Locate the string "http" throughout the material and copy every line in which it occurs.

*Source records*
================
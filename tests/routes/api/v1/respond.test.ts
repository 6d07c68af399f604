import { afterAll, beforeAll, describe, expect, test, vi } from 'vitest'
import { z } from 'zod'
import { answer, handle, handlePublic, readJson, readQuery, versionFromIfMatch } from '@/app/api/v1/_respond'
import { type OpenDatabase } from '@/db/client'
import { createToken } from '@/lib/access/tokens'
import { AnalysisError } from '@/lib/analysis/analysis-error'
import { AppError, appErrorCodes } from '@/lib/domain/errors'
import { actorOf } from '@/tests/support/actors'
import { freshDatabase } from '@/tests/support/fresh-database'
import { makePerson } from '@/tests/support/make-person'

let opened: OpenDatabase
let secret: string
beforeAll(async () => {
  opened = await freshDatabase()
  const person = await makePerson('researcher', { passwordHash: 'none' })
  const token = await createToken(actorOf('researcher', { userId: person.id }), {
    name: 'test',
    scopes: ['read', 'write'],
    campaignId: null,
    validDays: 1,
  })
  secret = token.secret
})
afterAll(() => opened.close())

const post = (body: unknown, headers: Record<string, string> = {}) =>
  new Request('http://localhost:3000/api/v1/things', {
    method: 'POST',
    headers: { 'Content-Type': 'application/json', Authorization: `Bearer ${secret}`, ...headers },
    body: JSON.stringify(body),
  })
const get = () => new Request('http://localhost:3000/api/v1/things')

describe('a body', () => {
  const schema = z.strictObject({
    code: z.string(),
    feed: z.array(z.strictObject({ species: z.string() })).default([]),
  })
  const read = (body: string | ReadableStream<Uint8Array>) =>
    handlePublic(
      new Request('http://localhost:3000/api/v1/things', {
        method: 'POST',
        headers: { 'Content-Type': 'application/json' },
        body,
        ...(typeof body === 'string' ? {} : { duplex: 'half' }),
      }),
      async (request) => readJson(request, schema),
    )

  /** A body without Content-Length that goes on for as long as somebody reads. */
  const endless = () => {
    let sent = 0
    let isCancelled = false
    const stream = new ReadableStream<Uint8Array>({
      pull(controller) {
        sent += 65_536
        controller.enqueue(new Uint8Array(65_536).fill(0x20))
      },
      cancel() {
        isCancelled = true
      },
    })
    return { stream, seen: () => ({ isCancelled, isShort: sent < 1_300_000 }) }
  }

  test('that never ends is read to the limit and no further', async () => {
    const { stream, seen } = endless()
    const answer = await read(stream)
    expect(answer.status).toBe(413)
    expect(await answer.json()).toMatchObject({ code: 'too-large' })
    expect(seen()).toEqual({ isCancelled: true, isShort: true })
  })

  test('nor is it under a key', async () => {
    const { stream, seen } = endless()
    const request = new Request('http://localhost:3000/api/v1/things', {
      method: 'POST',
      headers: {
        'Content-Type': 'application/json',
        Authorization: `Bearer ${secret}`,
        'Idempotency-Key': 'a-key-without-end',
      },
      body: stream,
      ...{ duplex: 'half' },
    })
    const answer = await handle(request, async () => readJson(request, schema))
    expect(answer.status).toBe(413)
    expect(seen()).toEqual({ isCancelled: true, isShort: true })
  })

  test('with fields that do not exist is refused with each of them by name', async () => {
    const answer = await read(JSON.stringify({ code: 'a', colour: 1, feed: [{ species: 'CO2', purity: 2 }] }))
    expect(answer.status).toBe(400)
    const { issues } = (await answer.json()) as { issues: { field: string; message: string }[] }
    expect(issues.sort((a, b) => (a.field < b.field ? -1 : 1))).toEqual([
      { field: 'colour', message: 'There is no such field here. Allowed: code, feed.' },
      { field: 'feed.0.purity', message: 'There is no such field here. Allowed: species.' },
    ])
  })

  test('so are parameters of an address', async () => {
    const query = z.strictObject({ limit: z.string().optional(), cursor: z.string().optional() })
    const answer = await handlePublic(
      new Request('http://localhost:3000/api/v1/things?sort=code&limit=2'),
      async (request) => readQuery(request, query),
    )
    expect(answer.status).toBe(400)
    expect(await answer.json()).toMatchObject({
      issues: [{ field: 'sort', message: 'There is no such field here. Allowed: limit, cursor.' }],
    })
  })
})

describe('a failure', () => {
  /* The statuses as the product describes them, written out once more by hand. */
  test.each([
    ['not-signed-in', 401],
    ['not-allowed', 403],
    ['not-found', 404],
    ['conflict', 409],
    ['stale', 412],
    ['precondition-required', 428],
    ['invalid', 400],
    ['unprocessable', 422],
    ['too-large', 413],
    ['unsupported', 415],
    ['too-many-requests', 429],
    ['bad-origin', 403],
    ['busy', 503],
    ['storage-full', 507],
  ] as const)('%s answers %i', async (code, status) => {
    const response = await handlePublic(get(), async () => {
      throw new AppError(code, 'Run 42 has 2 temperatures; a fit needs 3.', { issues: [{ field: 'a', message: 'b' }] })
    })
    expect(response.status).toBe(status)
    expect(await response.json()).toMatchObject({
      type: `urn:inverse-kelvin:problem:${code}`,
      status,
      code,
      detail: 'Run 42 has 2 temperatures; a fit needs 3.',
      issues: [{ field: 'a', message: 'b' }],
    })
  })
  test('of every code is listed above', () => {
    expect(appErrorCodes).toHaveLength(14)
  })

  test('wrapped by another layer keeps its code', async () => {
    const response = await handlePublic(get(), async () => {
      throw new Error('query failed', { cause: new AppError('conflict', 'There is one already.') })
    })
    expect(response.status).toBe(409)
  })

  test('of the analysis answers 422 with its own code and numbers', async () => {
    const response = await handlePublic(get(), async () => {
      throw new AnalysisError('too-few-points', 'A line needs 3 points; there are 2.', { count: 2 })
    })
    expect(response.status).toBe(422)
    expect(await response.json()).toMatchObject({ code: 'too-few-points', details: { count: 2 } })
  })

  test('with a time to wait says it in the header', async () => {
    const response = await handlePublic(get(), async () => {
      throw new AppError('busy', 'Later.', { retryAfterS: 1.2 })
    })
    expect(response.headers.get('retry-after')).toBe('2')
  })

  test('nobody foresaw shows nothing of the inside and is logged with a reference', async () => {
    const log = vi.spyOn(console, 'error').mockImplementation(() => {})
    const response = await handlePublic(get(), async () => {
      throw new Error('password of the database is hunter2', { cause: new Error('deep') })
    })
    expect(response.status).toBe(500)
    const text = await response.text()
    expect(text).not.toMatch(/hunter2|deep|\.ts/)
    const requestId: unknown = JSON.parse(text).requestId
    expect(log.mock.calls).toHaveLength(1)
    const line = String(log.mock.calls[0]?.[0])
    expect(line).toContain(String(requestId))
    expect(line).toContain('deep')
    expect(line).not.toContain('\n')
    log.mockRestore()
  })
})

describe('a version', () => {
  const withMatch = (value: string) => new Request('http://localhost/', { headers: { 'If-Match': value } })
  test('is read from strong and weak marks of this record', () => {
    expect(versionFromIfMatch(withMatch('W/"run.7"'), 'run')).toBe(7)
    expect(versionFromIfMatch(withMatch('"run.7"'), 'run')).toBe(7)
    expect(versionFromIfMatch(withMatch('W/"a.b.12"'), 'a.b')).toBe(12)
  })
  test('is written so that it can be read', () => {
    const etag = answer({}, { record: { id: 'x.y', version: 3 } }).headers.get('etag') ?? ''
    expect(versionFromIfMatch(withMatch(etag), 'x.y')).toBe(3)
  })
  test.each(['*', '', '"run"', 'run.7', 'W/"run.7", W/"run.8"', 'W/"run.-1"', 'W/"other.7"'])(
    '%j is refused',
    (value) => {
      expect(() => versionFromIfMatch(withMatch(value), 'run')).toThrow(expect.objectContaining({ code: 'stale' }))
    },
  )
})

describe('a repeated request', () => {
  const schema = z.strictObject({ name: z.string() })
  let count = 0
  const make = (request: Request) =>
    handle(request, async () => {
      const { name } = await readJson(request, schema)
      count += 1
      return answer({ name, count }, { status: 201, location: '/there', record: { id: name, version: 1 } })
    })

  test('gets the first answer again, headers included, and the work is done once', async () => {
    count = 0
    const headers = { 'Idempotency-Key': 'a-key-of-my-own' }
    const first = await make(post({ name: 'a' }, headers))
    const second = await make(post({ name: 'a' }, headers))
    expect(count).toBe(1)
    expect([first.status, second.status]).toEqual([201, 201])
    expect(await second.text()).toBe(await first.text())
    for (const name of ['etag', 'location', 'content-type', 'cache-control'])
      expect(second.headers.get(name), name).toBe(first.headers.get(name))
  })

  test('without a key is done again', async () => {
    count = 0
    await make(post({ name: 'a' }))
    await make(post({ name: 'a' }))
    expect(count).toBe(2)
  })

  test('that failed the first time may be mended and sent again with its key', async () => {
    count = 0
    const headers = { 'Idempotency-Key': 'a-key-for-mending' }
    expect((await make(post({ nme: 'a' }, headers))).status).toBe(400)
    expect((await make(post({ name: 'a' }, headers))).status).toBe(201)
    expect(count).toBe(1)
  })

  test('while the first is running is asked to wait', async () => {
    let finish: () => void = () => {}
    const finished = new Promise<void>((done) => (finish = done))
    let begun: () => void = () => {}
    const hasBegun = new Promise<void>((done) => (begun = done))
    const headers = { 'Idempotency-Key': 'a-key-for-two' }
    const first = handle(post({ name: 'a' }, headers), async () => {
      begun()
      await finished
      return { ok: true }
    })
    await hasBegun
    const second = await make(post({ name: 'a' }, headers))
    expect(second.status).toBe(409)
    expect(second.headers.get('retry-after')).toBe('2')
    finish()
    expect((await first).status).toBe(200)
    expect(await (await make(post({ name: 'a' }, headers))).json()).toEqual({ ok: true })
  })
})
================
*Expected output*
  new Request('http://localhost:3000/api/v1/things', {
const get = () => new Request('http://localhost:3000/api/v1/things')
      new Request('http://localhost:3000/api/v1/things', {
    const request = new Request('http://localhost:3000/api/v1/things', {
      new Request('http://localhost:3000/api/v1/things?sort=code&limit=2'),
  const withMatch = (value: string) => new Request('http://localhost/', { headers: { 'If-Match': value } })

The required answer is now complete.